__Work order__: Each line of the data below that contains "kind" must be copied.

__Records__:
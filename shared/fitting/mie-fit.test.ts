import { describe, expect, it } from 'vitest';
import { b2WithGradient } from '../physics/virial';
import { fitLennardJones, type FitMeasurementSet } from './lj-fit';
import { compareModels, fitMieWithExponent, informationCriteria } from './mie-fit';
import { gaussianGenerator, mulberry32 } from './random';

// Synthetic B2 tables from the Mie quadrature (virial.ts, checked against an independent mpmath quadrature in
// mie-potential.test.ts) at a known truth, 0.3 cm³/mol noise over a wide range of T*.
function table(repulsiveExponent: number, seed: number): FitMeasurementSet {
  const g = gaussianGenerator(mulberry32(seed));
  const temps = [90, 105, 120, 140, 165, 200, 250, 320, 420, 560, 750, 1000, 1400];
  return {
    id: `mie-${repulsiveExponent}`,
    kind: 'b2',
    rows: temps.map((t) => ({
      temperatureK: t,
      value: b2WithGradient(t, 150, 3.7, undefined, { repulsiveExponent }).b2Cm3PerMol + 0.3 * g(),
      uncertainty: 0.3,
    })),
  };
}

describe('Mie λr-6 fits', () => {
  it('holds λr: recovers ε and σ of Mie 16-6 data, and the model and λr are on the result', () => {
    const data = [table(16, 1)];
    const fit = fitLennardJones(data, { repulsiveExponent: 16, restarts: 0, profiles: false });
    expect(fit.model).toBe('mie');
    expect(fit.repulsiveExponent).toBe(16);
    expect(Math.abs(fit.epsilonK - 150)).toBeLessThan(3 * (fit.stdErr.epsilonK as number));
    expect(Math.abs(fit.sigmaAngstrom - 3.7)).toBeLessThan(3 * (fit.stdErr.sigmaAngstrom as number));
    expect(fitLennardJones(data, { restarts: 0, profiles: false }).model).toBe('lj-12-6');
  });

  it('fits λr: recovers 16 within its 95 % profile interval, and BIC prefers Mie over 12-6 for these data', () => {
    const data = [table(16, 2)];
    const mie = fitMieWithExponent(data, { restarts: 0 });
    const p = mie.repulsiveExponentProfile;
    expect(p.lower95).not.toBeNull();
    expect(p.upper95).not.toBeNull();
    expect(p.lower95!).toBeLessThan(16);
    expect(p.upper95!).toBeGreaterThan(16);
    expect(p.upper95! - p.lower95!).toBeLessThan(6);
    expect(mie.warnings.some((w) => /λr was fitted by profiling/.test(w))).toBe(true);
    const lj = fitLennardJones(data, { restarts: 0, profiles: false });
    const cmp = compareModels(informationCriteria('LJ 12-6', lj.chi2, 13, 2), informationCriteria('Mie λr-6', mie.chi2, 13, 3));
    expect(cmp.preferred).toBe('Mie λr-6');
    expect(cmp.text).toMatch(/^The data (very strongly|strongly|positively) prefer Mie λr-6 over LJ 12-6 \(ΔBIC = /);
  });

  it('on 12-6 data the extra parameter does not pay: BIC does not prefer the Mie fit', () => {
    const data = [table(12, 3)];
    const mie = fitMieWithExponent(data, { restarts: 0 });
    const lj = fitLennardJones(data, { restarts: 0, profiles: false });
    expect(Math.abs(mie.repulsiveExponentProfile.best - 12)).toBeLessThan(2);
    const cmp = compareModels(informationCriteria('LJ 12-6', lj.chi2, 13, 2), informationCriteria('Mie λr-6', mie.chi2, 13, 3));
    expect(cmp.preferred).not.toBe('Mie λr-6');
  });

  it('refuses a Mie fit of a kind without a Mie model, naming the measurement set', () => {
    // Viscosity has a Mie model now (mie-viscosity-fit.test.ts); B3 still has none.
    const b3: FitMeasurementSet = {
      id: 'b3-1',
      kind: 'b3',
      rows: [
        { temperatureK: 300, value: 2000, uncertainty: 100 },
        { temperatureK: 400, value: 1800, uncertainty: 100 },
        { temperatureK: 500, value: 1600, uncertainty: 100 },
      ],
    };
    expect(() => fitLennardJones([b3], { repulsiveExponent: 16, molarMassGPerMol: 58.1 })).toThrow(
      /b3-1: the third virial coefficient B3 model is for the LJ 12-6 potential only; a Mie 16-6 fit takes B2 and dilute-gas viscosity data today/,
    );
    expect(() => fitLennardJones([table(12, 1)], { repulsiveExponent: 40 })).toThrow(/from 8 to 36, got 40/);
  });
});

__Exercise output__:
    kind: 'b2',
  it('refuses a Mie fit of a kind without a Mie model, naming the measurement set', () => {
      kind: 'b3',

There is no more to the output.